### [TASK INSTRUCTIONS]
Which of the lines below include the word "Seconds"? Pull each one out.

EXTRACTED ENTRIES Start Marker

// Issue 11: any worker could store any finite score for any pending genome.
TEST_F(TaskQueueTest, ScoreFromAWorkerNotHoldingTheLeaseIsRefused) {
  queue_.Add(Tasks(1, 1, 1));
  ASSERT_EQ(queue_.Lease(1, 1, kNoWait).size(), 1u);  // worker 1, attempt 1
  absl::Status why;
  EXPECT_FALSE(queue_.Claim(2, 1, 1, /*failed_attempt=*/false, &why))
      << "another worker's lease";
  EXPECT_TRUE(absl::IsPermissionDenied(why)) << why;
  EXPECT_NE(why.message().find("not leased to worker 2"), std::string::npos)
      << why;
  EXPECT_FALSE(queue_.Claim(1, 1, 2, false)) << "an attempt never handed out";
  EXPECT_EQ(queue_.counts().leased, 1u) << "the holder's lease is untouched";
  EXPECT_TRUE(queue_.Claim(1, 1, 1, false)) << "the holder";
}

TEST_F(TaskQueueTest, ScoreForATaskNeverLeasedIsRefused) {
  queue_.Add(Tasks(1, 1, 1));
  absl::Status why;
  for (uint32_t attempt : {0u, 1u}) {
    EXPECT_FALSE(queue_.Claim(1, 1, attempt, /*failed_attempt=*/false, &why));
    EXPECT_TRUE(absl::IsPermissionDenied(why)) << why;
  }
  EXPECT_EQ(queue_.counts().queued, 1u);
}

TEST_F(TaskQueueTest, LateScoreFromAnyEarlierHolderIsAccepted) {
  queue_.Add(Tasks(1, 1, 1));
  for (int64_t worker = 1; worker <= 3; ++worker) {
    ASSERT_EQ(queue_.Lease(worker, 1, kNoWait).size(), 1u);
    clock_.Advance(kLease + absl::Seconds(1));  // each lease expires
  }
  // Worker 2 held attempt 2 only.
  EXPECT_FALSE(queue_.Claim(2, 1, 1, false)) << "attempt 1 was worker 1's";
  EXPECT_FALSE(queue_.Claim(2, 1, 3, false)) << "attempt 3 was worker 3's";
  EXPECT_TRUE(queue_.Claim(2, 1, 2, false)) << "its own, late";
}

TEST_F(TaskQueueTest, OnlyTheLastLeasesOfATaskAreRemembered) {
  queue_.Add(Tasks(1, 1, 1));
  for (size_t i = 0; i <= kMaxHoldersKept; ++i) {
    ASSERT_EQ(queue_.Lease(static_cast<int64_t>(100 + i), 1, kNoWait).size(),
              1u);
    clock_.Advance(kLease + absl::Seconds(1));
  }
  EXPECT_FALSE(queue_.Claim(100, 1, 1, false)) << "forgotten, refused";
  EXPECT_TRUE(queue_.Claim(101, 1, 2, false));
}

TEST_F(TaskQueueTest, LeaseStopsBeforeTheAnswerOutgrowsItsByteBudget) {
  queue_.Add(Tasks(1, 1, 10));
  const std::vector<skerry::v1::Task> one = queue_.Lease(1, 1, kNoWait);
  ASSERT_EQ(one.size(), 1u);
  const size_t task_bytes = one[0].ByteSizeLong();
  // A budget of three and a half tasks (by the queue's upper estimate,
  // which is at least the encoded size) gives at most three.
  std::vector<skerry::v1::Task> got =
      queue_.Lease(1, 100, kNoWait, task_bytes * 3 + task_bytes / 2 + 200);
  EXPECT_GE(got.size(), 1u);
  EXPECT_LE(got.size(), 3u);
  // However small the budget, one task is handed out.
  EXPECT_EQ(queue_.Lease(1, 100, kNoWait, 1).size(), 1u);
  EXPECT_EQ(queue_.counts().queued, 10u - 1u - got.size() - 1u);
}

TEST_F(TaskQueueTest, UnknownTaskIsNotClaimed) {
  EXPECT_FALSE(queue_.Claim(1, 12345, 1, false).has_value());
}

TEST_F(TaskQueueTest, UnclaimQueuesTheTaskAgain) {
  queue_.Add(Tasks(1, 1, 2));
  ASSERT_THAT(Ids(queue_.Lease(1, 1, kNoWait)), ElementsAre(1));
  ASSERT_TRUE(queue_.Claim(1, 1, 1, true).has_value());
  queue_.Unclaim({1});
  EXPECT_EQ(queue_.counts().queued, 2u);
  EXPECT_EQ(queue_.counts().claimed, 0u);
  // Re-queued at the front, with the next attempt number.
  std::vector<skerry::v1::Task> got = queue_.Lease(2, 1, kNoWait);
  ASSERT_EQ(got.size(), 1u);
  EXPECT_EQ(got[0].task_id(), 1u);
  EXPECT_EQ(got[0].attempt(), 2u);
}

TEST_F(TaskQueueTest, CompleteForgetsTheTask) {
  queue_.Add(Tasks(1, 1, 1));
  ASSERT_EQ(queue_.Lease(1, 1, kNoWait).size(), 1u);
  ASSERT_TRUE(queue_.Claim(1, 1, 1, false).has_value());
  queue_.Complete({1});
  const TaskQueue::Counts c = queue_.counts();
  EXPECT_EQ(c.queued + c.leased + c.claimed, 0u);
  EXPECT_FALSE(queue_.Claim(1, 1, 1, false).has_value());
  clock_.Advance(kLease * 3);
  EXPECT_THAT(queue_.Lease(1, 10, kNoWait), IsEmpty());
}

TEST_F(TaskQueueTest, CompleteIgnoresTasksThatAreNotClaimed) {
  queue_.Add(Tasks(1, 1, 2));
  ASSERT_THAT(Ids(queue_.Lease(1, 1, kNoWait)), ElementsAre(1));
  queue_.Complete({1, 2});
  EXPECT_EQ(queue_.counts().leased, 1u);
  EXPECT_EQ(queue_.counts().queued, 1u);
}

EXTRACTED ENTRIES End Marker
EXTRACTED ENTRIES Start Marker

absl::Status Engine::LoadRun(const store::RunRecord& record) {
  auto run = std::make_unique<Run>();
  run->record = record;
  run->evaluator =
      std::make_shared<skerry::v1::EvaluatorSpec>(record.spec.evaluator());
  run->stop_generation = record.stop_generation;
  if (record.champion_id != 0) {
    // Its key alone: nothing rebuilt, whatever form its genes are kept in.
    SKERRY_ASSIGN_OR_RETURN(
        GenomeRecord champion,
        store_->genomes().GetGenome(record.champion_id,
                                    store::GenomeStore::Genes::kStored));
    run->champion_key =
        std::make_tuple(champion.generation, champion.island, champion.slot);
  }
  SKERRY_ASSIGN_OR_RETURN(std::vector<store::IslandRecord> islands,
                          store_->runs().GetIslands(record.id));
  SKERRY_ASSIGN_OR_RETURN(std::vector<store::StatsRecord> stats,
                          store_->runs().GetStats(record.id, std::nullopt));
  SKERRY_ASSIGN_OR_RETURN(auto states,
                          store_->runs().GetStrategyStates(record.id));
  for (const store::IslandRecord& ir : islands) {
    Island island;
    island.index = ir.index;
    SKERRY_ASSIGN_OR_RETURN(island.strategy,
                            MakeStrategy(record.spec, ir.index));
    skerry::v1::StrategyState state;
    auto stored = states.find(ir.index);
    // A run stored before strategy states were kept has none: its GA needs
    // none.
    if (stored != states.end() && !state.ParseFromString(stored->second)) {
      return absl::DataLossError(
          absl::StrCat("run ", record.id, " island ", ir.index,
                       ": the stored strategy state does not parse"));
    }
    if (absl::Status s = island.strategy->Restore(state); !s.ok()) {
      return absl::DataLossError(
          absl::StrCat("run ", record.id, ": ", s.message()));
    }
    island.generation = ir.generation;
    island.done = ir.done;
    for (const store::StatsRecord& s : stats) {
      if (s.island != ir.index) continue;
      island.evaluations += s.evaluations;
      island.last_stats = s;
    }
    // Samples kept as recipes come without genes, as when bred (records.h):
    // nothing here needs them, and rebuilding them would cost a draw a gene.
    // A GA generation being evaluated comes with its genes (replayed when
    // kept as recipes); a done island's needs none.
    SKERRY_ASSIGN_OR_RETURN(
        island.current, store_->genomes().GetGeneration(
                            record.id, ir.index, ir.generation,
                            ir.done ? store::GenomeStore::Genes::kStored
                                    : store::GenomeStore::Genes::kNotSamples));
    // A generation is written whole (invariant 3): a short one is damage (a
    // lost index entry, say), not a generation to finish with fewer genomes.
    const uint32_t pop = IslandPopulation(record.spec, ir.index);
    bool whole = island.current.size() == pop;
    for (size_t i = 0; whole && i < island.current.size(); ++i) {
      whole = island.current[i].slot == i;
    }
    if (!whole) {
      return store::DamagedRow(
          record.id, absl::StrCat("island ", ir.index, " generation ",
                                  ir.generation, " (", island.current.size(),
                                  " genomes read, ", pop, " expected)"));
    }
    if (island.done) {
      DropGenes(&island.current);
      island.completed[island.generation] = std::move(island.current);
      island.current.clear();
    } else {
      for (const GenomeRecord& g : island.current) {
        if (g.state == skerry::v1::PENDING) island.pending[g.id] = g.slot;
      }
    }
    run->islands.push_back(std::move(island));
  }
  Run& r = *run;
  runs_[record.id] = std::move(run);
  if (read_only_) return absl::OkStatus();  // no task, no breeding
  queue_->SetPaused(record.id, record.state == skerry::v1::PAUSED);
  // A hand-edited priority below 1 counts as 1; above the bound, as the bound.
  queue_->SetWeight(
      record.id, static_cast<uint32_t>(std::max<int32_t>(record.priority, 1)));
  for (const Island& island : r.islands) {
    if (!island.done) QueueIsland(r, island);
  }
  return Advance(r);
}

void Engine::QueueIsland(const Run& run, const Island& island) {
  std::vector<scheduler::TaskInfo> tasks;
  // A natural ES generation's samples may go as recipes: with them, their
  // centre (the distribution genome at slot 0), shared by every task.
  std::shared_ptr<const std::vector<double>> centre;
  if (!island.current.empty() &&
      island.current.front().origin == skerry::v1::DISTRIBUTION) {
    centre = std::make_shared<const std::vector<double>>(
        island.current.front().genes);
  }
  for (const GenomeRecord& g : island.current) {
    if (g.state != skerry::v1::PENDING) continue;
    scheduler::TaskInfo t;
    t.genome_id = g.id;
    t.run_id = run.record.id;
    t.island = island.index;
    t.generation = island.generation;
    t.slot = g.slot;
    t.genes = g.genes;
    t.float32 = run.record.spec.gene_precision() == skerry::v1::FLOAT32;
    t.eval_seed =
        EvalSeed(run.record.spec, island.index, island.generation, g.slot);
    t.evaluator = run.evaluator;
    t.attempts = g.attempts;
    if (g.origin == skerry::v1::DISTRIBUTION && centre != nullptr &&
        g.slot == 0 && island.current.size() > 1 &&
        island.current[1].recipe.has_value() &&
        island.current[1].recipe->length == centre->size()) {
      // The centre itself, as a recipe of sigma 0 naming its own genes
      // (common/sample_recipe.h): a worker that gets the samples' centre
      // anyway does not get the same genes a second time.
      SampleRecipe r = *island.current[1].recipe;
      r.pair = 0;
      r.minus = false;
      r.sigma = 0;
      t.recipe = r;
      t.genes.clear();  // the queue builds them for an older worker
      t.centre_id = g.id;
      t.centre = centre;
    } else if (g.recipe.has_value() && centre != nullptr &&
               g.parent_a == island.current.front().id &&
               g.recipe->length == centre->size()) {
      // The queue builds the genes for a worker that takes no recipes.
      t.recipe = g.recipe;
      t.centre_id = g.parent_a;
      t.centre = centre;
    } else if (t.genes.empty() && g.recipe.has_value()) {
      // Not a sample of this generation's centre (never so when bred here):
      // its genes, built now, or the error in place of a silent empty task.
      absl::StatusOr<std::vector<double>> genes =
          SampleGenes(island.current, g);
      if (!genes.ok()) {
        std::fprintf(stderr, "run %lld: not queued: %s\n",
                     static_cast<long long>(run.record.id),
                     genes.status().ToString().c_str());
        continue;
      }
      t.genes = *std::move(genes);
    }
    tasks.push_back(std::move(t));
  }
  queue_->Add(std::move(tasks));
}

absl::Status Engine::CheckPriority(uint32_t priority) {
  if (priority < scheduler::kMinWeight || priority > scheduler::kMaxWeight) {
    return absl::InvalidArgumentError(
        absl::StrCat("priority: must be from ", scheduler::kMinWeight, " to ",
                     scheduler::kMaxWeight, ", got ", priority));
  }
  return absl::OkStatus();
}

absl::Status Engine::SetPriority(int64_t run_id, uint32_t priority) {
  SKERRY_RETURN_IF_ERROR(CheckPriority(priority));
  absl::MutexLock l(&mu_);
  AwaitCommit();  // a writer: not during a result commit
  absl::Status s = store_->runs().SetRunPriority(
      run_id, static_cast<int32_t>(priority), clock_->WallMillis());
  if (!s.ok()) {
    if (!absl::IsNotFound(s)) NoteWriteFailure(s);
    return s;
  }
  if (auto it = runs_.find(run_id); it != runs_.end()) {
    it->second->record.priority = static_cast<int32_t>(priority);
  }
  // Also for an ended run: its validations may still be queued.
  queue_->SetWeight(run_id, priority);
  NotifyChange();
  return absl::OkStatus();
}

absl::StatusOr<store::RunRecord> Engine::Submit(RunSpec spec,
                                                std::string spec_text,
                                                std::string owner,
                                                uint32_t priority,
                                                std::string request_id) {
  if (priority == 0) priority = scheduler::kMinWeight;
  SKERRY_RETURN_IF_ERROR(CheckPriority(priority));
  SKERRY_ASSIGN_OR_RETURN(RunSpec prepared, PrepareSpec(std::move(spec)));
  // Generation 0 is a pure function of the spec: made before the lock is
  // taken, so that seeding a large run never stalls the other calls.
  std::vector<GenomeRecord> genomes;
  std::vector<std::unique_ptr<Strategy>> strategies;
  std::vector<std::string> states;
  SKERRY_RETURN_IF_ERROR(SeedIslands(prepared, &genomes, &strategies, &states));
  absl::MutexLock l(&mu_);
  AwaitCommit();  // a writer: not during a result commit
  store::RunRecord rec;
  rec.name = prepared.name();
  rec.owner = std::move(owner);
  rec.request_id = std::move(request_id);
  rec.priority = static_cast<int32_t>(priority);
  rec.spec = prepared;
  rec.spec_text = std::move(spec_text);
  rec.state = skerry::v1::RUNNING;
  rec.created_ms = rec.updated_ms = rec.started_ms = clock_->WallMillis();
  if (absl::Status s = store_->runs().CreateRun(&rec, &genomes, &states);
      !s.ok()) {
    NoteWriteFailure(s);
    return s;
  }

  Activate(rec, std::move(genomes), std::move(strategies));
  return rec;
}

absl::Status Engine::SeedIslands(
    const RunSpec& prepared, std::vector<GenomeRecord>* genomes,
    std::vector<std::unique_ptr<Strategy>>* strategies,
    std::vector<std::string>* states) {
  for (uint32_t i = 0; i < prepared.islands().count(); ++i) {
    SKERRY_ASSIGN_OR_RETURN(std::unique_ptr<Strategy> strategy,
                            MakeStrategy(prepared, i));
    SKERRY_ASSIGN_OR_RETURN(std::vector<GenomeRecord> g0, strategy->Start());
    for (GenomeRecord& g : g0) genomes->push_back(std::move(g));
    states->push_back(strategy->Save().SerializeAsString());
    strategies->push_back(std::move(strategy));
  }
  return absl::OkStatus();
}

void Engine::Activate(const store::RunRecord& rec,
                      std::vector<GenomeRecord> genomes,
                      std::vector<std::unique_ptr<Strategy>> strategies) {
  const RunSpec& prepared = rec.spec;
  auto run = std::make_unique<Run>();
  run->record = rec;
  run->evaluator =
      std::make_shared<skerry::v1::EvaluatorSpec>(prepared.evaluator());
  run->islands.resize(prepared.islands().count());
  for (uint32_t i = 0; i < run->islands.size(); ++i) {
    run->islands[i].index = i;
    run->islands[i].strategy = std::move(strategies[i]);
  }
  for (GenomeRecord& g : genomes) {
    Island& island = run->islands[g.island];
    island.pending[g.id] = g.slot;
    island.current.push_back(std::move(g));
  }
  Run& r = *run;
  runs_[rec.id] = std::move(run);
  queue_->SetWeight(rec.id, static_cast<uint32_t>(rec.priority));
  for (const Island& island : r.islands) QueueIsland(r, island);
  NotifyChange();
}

EXTRACTED ENTRIES End Marker

### [RESULT FOR THIS EXERCISE]
    clock_.Advance(kLease + absl::Seconds(1));  // each lease expires
    clock_.Advance(kLease + absl::Seconds(1));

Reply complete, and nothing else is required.